[Saved data entries]
Segment Open
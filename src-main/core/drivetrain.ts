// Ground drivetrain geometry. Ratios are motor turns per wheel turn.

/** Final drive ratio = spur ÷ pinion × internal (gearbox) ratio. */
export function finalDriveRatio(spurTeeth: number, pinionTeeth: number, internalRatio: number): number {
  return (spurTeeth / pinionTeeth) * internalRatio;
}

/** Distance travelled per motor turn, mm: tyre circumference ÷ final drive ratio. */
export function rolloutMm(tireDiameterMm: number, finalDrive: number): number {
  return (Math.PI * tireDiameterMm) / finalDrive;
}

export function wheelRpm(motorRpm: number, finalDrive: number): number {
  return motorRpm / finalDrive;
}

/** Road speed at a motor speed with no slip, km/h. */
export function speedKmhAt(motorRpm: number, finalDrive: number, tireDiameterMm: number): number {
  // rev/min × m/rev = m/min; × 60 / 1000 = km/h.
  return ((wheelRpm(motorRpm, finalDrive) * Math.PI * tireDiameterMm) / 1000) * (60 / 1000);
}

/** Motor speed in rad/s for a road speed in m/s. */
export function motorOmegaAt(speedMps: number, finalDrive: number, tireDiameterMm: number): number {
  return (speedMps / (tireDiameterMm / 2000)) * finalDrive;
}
Segment Closed
Output only the lines running from the line with "return ((wheelRpm(motorRpm, finalDrive)" through the final line of the data, inclusive.

Written response:
  return ((wheelRpm(motorRpm, finalDrive) * Math.PI * tireDiameterMm) / 1000) * (60 / 1000);
}

/** Motor speed in rad/s for a road speed in m/s. */
export function motorOmegaAt(speedMps: number, finalDrive: number, tireDiameterMm: number): number {
  return (speedMps / (tireDiameterMm / 2000)) * finalDrive;
}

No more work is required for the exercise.